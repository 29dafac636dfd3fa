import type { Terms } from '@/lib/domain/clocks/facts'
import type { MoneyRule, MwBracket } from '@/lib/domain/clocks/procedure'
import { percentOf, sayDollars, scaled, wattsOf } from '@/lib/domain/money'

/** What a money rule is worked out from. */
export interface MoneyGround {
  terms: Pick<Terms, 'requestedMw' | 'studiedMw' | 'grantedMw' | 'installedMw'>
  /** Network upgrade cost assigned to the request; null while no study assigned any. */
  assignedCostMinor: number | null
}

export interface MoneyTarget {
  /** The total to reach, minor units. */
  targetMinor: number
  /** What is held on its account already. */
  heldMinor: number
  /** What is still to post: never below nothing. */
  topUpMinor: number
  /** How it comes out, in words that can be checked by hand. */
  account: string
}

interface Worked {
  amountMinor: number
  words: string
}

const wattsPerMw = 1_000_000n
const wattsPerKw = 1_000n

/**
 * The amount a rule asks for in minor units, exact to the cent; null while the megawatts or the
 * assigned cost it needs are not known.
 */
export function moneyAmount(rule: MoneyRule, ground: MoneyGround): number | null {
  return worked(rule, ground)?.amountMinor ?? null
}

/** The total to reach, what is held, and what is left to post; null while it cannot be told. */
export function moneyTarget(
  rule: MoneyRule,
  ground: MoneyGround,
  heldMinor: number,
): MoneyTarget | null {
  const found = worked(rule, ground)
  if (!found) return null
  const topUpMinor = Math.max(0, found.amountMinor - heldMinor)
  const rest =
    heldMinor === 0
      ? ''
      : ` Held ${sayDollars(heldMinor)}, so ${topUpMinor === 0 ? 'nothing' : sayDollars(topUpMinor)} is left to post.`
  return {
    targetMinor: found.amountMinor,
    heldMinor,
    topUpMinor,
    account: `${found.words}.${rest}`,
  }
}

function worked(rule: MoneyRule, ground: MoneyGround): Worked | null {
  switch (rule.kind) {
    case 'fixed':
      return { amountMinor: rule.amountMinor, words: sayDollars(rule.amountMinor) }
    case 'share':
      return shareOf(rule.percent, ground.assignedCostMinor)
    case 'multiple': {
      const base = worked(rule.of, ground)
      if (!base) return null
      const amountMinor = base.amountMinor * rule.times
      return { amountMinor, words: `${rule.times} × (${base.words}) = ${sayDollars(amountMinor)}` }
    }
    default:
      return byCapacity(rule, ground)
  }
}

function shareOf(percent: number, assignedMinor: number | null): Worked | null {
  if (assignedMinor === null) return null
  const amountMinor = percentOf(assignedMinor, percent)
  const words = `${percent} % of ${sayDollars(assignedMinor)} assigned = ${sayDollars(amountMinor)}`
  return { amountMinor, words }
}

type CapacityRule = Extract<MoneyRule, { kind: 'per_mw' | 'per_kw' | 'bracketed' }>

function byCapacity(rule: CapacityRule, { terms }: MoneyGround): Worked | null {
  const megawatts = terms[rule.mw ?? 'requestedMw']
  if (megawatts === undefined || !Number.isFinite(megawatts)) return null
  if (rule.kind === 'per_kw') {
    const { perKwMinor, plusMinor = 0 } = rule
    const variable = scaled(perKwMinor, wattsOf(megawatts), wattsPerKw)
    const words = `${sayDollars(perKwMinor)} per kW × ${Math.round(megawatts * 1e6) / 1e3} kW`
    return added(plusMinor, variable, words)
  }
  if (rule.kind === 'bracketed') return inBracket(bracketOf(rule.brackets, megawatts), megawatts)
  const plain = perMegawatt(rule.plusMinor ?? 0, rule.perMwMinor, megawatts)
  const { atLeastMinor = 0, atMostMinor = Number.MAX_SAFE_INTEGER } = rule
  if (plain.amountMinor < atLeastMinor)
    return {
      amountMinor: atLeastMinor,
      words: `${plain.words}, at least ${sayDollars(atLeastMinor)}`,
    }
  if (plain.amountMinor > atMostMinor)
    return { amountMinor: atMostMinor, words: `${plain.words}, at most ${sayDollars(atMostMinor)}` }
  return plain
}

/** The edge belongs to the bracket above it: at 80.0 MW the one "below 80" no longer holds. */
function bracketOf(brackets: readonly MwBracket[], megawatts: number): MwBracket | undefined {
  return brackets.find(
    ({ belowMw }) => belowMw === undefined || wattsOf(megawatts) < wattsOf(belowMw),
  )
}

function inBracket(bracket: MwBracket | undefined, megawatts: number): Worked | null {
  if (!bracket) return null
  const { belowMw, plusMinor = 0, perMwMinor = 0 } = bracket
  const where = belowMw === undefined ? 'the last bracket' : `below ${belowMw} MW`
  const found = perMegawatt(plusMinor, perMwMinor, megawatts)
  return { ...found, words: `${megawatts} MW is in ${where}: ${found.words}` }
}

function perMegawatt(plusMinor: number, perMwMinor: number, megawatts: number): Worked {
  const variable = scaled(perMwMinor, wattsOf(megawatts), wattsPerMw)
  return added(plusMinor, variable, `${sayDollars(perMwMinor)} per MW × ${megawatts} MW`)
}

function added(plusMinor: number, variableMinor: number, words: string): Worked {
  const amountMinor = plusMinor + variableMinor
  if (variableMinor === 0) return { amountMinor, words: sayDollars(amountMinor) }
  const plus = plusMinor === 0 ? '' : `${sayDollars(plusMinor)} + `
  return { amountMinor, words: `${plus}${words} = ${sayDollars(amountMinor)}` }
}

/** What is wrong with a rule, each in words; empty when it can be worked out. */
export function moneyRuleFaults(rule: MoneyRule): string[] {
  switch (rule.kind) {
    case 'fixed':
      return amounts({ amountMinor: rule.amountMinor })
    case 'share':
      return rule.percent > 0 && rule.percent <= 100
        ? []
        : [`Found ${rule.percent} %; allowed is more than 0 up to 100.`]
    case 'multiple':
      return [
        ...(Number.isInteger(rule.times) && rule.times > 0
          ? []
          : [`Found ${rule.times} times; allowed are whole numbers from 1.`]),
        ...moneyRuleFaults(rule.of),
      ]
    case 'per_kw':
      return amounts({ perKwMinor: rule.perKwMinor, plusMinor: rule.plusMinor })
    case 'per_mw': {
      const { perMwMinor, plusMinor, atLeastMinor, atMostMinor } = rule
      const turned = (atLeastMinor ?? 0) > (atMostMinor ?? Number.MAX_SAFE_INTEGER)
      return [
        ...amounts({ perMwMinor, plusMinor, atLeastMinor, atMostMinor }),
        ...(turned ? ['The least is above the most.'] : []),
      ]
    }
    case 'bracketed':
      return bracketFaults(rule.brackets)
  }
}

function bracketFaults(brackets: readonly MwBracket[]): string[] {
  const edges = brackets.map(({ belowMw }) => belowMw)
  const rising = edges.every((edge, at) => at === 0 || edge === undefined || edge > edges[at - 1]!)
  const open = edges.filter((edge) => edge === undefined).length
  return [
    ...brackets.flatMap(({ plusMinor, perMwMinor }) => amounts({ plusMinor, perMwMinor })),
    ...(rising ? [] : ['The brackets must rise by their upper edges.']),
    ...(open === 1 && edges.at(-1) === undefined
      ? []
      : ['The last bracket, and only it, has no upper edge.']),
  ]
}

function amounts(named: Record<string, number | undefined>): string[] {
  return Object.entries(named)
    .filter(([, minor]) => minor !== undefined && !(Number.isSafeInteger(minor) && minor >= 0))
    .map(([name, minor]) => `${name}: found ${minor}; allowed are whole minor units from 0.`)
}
——
▸ What the task requires: Find the word "plain" in the entries above, then copy each line that holds it.

▸ Response to this exercise:
  const plain = perMegawatt(rule.plusMinor ?? 0, rule.perMwMinor, megawatts)
  if (plain.amountMinor < atLeastMinor)
      words: `${plain.words}, at least ${sayDollars(atLeastMinor)}`,
  if (plain.amountMinor > atMostMinor)
    return { amountMinor: atMostMinor, words: `${plain.words}, at most ${sayDollars(atMostMinor)}` }
  return plain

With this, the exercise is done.